Your objective
What lines below include the word "GridSpec"? Copy each one.

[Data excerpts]
|---|
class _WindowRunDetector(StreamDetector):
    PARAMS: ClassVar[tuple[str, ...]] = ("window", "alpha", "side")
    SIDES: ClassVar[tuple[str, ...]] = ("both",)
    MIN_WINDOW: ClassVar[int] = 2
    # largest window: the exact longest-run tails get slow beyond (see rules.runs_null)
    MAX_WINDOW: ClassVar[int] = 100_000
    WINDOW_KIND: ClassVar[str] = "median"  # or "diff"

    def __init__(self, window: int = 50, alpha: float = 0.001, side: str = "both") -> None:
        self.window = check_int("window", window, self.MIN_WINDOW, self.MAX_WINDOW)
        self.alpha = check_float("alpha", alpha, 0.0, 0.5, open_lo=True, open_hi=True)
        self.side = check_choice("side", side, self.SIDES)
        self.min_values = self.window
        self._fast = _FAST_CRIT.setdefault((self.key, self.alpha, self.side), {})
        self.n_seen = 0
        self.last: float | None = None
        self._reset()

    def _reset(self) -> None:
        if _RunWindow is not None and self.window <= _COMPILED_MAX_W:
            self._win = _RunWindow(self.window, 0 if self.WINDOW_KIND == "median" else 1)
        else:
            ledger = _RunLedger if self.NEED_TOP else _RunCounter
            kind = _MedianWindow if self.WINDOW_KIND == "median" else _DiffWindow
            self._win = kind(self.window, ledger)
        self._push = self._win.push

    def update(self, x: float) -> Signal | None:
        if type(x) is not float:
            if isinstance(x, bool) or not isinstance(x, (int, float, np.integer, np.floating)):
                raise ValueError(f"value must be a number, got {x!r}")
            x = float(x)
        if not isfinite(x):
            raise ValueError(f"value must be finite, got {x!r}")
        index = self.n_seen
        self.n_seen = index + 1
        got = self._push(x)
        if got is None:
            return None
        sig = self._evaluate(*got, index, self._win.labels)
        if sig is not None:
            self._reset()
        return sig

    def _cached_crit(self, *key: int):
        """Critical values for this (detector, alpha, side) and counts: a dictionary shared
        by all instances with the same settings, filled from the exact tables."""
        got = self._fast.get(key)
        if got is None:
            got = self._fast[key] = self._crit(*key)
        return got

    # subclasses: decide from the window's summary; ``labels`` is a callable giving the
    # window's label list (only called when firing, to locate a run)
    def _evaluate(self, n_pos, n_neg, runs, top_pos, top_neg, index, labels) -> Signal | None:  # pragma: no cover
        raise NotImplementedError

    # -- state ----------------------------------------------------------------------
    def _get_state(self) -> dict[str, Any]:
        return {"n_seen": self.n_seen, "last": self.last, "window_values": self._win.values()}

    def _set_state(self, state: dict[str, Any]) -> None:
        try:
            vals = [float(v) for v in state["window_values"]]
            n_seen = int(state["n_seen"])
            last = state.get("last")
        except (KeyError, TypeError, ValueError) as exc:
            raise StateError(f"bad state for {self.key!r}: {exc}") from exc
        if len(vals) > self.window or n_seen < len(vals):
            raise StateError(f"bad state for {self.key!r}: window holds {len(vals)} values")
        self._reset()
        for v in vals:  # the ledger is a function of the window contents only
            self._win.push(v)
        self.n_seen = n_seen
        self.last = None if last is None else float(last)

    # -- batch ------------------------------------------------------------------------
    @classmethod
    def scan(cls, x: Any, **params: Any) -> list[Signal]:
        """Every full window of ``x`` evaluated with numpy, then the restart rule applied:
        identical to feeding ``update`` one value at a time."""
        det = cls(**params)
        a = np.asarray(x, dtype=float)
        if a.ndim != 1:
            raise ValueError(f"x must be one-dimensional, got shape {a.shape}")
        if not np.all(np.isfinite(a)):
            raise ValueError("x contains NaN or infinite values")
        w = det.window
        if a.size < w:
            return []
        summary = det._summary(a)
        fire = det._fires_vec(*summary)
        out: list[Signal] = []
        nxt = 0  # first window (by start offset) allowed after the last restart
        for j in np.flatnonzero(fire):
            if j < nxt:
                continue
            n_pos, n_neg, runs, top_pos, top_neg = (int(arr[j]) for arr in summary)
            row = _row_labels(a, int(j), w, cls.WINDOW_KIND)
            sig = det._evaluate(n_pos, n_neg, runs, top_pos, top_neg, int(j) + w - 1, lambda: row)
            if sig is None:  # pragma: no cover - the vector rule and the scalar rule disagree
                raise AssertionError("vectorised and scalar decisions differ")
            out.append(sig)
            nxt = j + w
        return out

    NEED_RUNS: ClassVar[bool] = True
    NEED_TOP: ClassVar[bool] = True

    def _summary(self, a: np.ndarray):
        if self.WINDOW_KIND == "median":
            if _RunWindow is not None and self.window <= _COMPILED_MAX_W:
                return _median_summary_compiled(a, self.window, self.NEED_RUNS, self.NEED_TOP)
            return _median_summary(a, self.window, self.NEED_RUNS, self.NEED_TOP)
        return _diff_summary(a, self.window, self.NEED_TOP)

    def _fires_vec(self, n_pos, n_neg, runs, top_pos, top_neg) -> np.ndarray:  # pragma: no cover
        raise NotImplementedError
|---|
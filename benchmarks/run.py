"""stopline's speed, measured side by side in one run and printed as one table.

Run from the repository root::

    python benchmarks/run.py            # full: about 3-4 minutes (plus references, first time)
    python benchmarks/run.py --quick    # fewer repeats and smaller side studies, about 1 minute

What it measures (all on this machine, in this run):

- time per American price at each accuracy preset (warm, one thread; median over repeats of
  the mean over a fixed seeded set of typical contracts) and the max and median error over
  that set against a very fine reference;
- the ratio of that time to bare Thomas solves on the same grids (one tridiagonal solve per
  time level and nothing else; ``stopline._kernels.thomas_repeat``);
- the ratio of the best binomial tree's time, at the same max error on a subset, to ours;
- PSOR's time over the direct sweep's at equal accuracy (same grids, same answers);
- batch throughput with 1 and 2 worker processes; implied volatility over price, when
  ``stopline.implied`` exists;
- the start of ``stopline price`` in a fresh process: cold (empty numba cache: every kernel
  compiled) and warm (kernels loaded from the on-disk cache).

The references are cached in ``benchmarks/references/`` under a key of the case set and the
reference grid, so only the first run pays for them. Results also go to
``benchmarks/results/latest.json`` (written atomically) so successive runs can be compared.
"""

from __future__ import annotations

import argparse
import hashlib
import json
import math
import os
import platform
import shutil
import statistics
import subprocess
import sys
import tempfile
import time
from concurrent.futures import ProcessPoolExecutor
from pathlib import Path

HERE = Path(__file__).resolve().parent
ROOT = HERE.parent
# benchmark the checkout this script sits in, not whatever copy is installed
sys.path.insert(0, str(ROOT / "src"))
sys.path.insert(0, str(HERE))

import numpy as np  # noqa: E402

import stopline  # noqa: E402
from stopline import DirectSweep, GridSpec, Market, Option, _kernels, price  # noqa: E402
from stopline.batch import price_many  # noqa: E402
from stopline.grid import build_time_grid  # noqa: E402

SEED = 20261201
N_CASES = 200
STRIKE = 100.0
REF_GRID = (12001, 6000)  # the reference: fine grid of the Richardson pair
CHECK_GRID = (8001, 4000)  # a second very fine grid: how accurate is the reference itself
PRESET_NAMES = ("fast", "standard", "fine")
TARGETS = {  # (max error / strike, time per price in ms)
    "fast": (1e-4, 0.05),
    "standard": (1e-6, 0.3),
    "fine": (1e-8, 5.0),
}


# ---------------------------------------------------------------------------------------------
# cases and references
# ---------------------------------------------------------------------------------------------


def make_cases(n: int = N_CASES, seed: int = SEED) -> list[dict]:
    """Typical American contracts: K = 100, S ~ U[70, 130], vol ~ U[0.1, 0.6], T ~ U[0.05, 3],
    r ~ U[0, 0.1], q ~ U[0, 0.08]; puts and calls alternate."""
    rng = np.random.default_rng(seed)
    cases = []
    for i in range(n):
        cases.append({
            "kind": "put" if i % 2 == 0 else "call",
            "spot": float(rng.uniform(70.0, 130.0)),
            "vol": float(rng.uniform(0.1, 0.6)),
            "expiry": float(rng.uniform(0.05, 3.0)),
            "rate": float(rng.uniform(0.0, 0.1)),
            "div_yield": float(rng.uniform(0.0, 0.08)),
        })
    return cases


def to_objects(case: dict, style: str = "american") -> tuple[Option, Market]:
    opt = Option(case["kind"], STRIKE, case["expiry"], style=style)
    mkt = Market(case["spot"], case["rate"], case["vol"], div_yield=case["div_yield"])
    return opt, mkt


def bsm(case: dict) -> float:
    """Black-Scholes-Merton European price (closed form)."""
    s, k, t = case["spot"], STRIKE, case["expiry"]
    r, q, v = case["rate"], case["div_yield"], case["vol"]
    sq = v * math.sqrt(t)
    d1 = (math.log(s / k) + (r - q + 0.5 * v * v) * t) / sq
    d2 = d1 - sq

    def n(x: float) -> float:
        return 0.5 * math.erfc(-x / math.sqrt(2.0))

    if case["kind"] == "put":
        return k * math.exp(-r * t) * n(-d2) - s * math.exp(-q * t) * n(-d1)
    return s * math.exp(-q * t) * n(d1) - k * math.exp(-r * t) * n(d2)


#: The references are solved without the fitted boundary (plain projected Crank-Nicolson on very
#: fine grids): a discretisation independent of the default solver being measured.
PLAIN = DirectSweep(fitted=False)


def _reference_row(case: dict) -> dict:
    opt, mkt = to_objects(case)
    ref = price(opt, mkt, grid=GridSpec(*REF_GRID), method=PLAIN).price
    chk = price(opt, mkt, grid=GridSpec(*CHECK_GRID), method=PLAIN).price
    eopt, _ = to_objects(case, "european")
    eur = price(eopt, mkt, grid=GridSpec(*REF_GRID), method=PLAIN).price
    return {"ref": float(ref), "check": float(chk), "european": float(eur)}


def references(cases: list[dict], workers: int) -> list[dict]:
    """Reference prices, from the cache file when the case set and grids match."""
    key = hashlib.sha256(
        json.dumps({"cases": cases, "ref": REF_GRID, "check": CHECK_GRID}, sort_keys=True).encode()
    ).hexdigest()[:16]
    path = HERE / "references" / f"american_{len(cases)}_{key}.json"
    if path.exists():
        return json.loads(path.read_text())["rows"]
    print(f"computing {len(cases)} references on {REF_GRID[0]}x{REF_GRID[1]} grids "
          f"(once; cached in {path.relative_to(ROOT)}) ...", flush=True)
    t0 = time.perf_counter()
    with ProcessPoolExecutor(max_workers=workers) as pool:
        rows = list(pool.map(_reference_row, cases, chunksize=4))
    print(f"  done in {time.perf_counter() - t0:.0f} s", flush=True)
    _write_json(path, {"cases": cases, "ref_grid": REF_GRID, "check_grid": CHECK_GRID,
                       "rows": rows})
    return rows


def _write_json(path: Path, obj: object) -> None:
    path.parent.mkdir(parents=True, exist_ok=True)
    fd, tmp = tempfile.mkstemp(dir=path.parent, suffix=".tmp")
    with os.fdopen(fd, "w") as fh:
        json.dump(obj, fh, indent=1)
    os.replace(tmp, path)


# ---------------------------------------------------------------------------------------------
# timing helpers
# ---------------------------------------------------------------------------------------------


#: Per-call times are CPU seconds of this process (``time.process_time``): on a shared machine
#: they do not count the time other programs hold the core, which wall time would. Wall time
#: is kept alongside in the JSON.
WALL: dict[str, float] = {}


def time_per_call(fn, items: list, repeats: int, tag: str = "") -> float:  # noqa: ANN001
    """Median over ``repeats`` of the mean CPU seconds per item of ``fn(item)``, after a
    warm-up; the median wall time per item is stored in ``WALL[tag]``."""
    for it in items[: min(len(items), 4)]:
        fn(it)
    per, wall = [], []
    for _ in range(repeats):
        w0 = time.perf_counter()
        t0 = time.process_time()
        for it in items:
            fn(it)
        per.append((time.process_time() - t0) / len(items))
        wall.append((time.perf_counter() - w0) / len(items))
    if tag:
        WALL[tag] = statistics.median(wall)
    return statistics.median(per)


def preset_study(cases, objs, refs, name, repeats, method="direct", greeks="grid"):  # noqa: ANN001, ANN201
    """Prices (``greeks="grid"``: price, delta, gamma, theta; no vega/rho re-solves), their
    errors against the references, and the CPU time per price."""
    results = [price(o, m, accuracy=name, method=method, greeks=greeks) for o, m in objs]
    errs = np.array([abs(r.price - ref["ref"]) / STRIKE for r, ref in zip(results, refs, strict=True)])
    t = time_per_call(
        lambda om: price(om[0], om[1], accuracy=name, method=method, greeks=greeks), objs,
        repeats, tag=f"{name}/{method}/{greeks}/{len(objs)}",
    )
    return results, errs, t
|---|
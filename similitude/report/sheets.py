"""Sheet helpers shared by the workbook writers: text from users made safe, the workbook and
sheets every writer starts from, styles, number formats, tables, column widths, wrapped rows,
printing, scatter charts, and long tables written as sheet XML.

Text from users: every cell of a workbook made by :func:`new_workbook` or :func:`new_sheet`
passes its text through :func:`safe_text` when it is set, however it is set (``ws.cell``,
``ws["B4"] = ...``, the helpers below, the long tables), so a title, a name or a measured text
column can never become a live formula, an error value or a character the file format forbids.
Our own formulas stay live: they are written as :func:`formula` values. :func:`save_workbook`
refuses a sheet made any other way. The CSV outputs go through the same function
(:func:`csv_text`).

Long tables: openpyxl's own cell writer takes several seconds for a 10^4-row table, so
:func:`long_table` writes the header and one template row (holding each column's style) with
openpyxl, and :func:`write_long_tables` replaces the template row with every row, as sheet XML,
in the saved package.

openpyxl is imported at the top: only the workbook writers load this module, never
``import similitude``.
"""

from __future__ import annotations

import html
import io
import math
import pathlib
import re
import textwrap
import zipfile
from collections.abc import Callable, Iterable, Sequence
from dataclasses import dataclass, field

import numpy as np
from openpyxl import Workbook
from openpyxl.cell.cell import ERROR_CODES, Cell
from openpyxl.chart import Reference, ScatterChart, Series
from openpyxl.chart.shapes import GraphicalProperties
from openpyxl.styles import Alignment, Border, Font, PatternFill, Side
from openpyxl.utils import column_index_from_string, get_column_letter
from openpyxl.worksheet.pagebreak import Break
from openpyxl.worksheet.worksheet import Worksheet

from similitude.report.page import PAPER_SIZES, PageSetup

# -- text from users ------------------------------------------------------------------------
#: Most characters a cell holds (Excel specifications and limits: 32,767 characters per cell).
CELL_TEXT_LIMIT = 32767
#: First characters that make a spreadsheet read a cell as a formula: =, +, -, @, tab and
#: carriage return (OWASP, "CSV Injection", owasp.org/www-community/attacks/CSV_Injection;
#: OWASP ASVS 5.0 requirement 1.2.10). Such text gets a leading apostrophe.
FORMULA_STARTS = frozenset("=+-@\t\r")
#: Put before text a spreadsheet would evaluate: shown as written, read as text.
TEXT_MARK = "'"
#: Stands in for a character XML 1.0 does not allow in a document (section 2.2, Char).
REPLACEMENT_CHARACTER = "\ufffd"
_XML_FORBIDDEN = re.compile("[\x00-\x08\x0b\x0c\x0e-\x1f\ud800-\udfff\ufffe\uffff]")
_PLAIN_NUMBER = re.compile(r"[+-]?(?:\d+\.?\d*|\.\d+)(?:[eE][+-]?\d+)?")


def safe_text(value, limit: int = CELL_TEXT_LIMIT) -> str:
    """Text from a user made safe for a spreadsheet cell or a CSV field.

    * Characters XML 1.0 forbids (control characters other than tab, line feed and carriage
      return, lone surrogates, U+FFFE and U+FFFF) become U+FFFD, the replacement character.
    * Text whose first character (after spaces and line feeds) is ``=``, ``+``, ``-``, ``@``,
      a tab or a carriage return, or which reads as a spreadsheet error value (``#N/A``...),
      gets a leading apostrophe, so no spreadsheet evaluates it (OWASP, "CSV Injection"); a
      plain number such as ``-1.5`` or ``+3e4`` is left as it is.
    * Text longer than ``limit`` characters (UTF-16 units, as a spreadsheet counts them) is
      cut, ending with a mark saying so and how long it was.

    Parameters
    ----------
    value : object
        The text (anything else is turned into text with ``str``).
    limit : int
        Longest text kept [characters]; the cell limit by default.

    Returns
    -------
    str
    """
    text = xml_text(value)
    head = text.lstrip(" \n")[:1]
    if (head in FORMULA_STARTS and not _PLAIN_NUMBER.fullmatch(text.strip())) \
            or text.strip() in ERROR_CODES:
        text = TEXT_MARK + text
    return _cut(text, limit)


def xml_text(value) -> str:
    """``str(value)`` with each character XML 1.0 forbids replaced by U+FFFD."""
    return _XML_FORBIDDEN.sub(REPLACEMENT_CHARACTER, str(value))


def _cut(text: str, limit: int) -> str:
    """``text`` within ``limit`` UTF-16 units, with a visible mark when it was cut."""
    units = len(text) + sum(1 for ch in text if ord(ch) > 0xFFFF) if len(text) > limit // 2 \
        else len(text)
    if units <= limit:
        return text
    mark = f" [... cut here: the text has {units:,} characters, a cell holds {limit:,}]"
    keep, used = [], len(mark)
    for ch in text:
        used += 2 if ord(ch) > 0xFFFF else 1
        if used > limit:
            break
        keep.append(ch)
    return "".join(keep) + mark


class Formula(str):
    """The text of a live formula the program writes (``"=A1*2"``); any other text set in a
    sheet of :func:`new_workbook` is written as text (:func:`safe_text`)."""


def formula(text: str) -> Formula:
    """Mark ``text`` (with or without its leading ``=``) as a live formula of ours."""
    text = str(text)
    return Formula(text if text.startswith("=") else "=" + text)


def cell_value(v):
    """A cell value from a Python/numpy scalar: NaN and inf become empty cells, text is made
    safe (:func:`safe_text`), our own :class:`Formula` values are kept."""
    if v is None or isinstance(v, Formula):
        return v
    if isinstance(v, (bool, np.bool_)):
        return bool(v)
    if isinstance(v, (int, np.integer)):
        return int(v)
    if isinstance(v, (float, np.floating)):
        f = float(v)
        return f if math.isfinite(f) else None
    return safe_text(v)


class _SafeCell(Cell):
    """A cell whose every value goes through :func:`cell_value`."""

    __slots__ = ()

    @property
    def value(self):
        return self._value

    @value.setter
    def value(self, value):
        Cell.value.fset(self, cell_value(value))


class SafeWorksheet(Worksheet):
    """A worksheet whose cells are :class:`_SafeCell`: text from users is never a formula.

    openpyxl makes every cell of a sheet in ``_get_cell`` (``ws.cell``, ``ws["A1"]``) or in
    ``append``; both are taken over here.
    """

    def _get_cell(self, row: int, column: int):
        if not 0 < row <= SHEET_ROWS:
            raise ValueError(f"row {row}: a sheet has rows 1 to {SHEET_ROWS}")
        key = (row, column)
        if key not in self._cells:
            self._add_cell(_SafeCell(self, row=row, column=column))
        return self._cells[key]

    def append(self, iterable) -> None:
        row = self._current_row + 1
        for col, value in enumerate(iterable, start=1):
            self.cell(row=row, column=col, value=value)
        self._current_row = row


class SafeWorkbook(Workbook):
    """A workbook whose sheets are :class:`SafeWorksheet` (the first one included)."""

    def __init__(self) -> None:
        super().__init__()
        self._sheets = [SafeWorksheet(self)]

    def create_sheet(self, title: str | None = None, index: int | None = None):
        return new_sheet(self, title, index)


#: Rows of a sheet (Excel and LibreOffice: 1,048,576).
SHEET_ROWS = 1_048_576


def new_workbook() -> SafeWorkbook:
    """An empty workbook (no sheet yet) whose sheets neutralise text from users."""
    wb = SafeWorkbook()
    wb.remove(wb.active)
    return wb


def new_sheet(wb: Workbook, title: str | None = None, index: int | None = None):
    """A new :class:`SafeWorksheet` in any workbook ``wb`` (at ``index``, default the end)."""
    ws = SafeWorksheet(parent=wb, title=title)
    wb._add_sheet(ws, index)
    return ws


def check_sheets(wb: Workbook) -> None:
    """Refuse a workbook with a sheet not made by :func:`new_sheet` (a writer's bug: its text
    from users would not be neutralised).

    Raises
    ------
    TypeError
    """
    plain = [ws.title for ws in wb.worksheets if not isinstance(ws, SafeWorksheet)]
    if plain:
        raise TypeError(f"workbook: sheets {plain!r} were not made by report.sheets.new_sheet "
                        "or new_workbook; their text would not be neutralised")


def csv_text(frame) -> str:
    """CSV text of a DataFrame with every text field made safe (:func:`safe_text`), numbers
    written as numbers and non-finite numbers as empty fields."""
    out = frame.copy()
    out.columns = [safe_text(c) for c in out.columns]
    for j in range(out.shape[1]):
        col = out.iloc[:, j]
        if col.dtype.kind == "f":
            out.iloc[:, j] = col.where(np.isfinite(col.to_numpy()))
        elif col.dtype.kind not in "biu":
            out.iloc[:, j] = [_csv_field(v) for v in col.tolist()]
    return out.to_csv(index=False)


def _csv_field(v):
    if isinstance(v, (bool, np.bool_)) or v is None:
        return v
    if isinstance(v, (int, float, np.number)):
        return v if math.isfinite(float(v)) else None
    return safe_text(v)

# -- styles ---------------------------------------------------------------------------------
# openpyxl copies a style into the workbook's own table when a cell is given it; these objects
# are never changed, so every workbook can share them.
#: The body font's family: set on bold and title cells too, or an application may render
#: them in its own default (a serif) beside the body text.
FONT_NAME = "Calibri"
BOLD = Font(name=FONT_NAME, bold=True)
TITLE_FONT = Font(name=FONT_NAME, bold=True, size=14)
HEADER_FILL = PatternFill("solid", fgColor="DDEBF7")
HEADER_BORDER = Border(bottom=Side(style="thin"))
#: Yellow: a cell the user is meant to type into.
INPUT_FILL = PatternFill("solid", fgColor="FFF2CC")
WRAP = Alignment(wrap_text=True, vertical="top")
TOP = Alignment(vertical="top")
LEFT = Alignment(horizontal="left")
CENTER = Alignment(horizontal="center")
|---|
Answer to this exercise
from stopline import DirectSweep, GridSpec, Market, Option, _kernels, price  # noqa: E402
    ref = price(opt, mkt, grid=GridSpec(*REF_GRID), method=PLAIN).price
    chk = price(opt, mkt, grid=GridSpec(*CHECK_GRID), method=PLAIN).price
    eur = price(eopt, mkt, grid=GridSpec(*REF_GRID), method=PLAIN).price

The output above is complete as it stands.